RECORDS SHOWN Start Marker
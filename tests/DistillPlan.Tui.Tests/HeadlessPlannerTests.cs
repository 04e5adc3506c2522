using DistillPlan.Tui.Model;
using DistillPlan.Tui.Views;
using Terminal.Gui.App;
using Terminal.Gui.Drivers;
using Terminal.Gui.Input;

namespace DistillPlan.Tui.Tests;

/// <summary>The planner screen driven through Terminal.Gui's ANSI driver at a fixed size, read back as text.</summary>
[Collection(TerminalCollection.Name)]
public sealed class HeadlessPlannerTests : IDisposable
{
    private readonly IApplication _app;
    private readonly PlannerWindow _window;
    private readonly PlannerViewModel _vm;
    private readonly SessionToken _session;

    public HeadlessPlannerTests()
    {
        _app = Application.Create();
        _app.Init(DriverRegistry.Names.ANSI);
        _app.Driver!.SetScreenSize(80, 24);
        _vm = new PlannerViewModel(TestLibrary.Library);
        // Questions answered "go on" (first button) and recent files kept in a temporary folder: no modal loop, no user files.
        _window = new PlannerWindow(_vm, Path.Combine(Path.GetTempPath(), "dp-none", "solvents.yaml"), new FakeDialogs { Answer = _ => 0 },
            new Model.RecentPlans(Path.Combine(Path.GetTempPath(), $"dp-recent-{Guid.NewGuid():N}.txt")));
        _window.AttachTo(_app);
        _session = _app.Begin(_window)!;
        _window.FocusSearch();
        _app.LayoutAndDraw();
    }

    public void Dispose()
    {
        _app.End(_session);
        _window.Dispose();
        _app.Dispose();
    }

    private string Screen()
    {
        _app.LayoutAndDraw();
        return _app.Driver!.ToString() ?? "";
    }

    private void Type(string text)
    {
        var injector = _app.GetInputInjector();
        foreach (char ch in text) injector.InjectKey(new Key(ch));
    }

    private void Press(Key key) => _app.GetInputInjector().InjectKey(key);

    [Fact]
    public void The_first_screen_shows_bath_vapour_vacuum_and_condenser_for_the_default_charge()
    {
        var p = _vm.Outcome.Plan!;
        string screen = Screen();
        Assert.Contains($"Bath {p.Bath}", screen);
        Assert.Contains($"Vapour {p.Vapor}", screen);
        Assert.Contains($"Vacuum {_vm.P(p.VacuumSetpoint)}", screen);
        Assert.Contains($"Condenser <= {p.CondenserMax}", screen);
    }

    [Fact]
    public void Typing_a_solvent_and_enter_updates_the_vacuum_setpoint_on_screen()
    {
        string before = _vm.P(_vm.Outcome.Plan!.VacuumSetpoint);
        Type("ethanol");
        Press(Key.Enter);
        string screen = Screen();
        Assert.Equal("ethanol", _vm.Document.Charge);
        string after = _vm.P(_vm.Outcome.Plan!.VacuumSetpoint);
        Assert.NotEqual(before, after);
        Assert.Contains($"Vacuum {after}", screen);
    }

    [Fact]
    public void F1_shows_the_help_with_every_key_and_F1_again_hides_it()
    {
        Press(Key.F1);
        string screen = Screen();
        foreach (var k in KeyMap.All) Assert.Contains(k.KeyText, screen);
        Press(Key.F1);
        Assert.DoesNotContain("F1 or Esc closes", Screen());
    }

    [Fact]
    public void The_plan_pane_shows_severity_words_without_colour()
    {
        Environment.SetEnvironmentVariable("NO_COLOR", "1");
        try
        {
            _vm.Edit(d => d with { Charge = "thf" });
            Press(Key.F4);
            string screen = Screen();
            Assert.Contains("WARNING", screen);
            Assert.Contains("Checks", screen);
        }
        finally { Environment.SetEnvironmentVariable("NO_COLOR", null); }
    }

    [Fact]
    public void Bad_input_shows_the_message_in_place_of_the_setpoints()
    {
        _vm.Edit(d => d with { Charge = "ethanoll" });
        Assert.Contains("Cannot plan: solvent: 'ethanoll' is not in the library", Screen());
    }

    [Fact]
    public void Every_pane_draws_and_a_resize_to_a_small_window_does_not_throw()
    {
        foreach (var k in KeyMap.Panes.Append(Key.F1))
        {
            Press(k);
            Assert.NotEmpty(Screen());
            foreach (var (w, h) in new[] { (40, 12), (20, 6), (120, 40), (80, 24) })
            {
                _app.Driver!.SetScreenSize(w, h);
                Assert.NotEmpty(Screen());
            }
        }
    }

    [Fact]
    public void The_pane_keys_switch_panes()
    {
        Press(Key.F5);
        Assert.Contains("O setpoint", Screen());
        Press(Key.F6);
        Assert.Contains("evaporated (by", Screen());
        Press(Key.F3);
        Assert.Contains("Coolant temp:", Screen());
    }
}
RECORDS SHOWN End Marker
**THE PROBLEM:** Please show, exactly as written, every line above that contains the word "Edit".

**THE COMPLETED TASK:**
            _vm.Edit(d => d with { Charge = "thf" });
        _vm.Edit(d => d with { Charge = "ethanoll" });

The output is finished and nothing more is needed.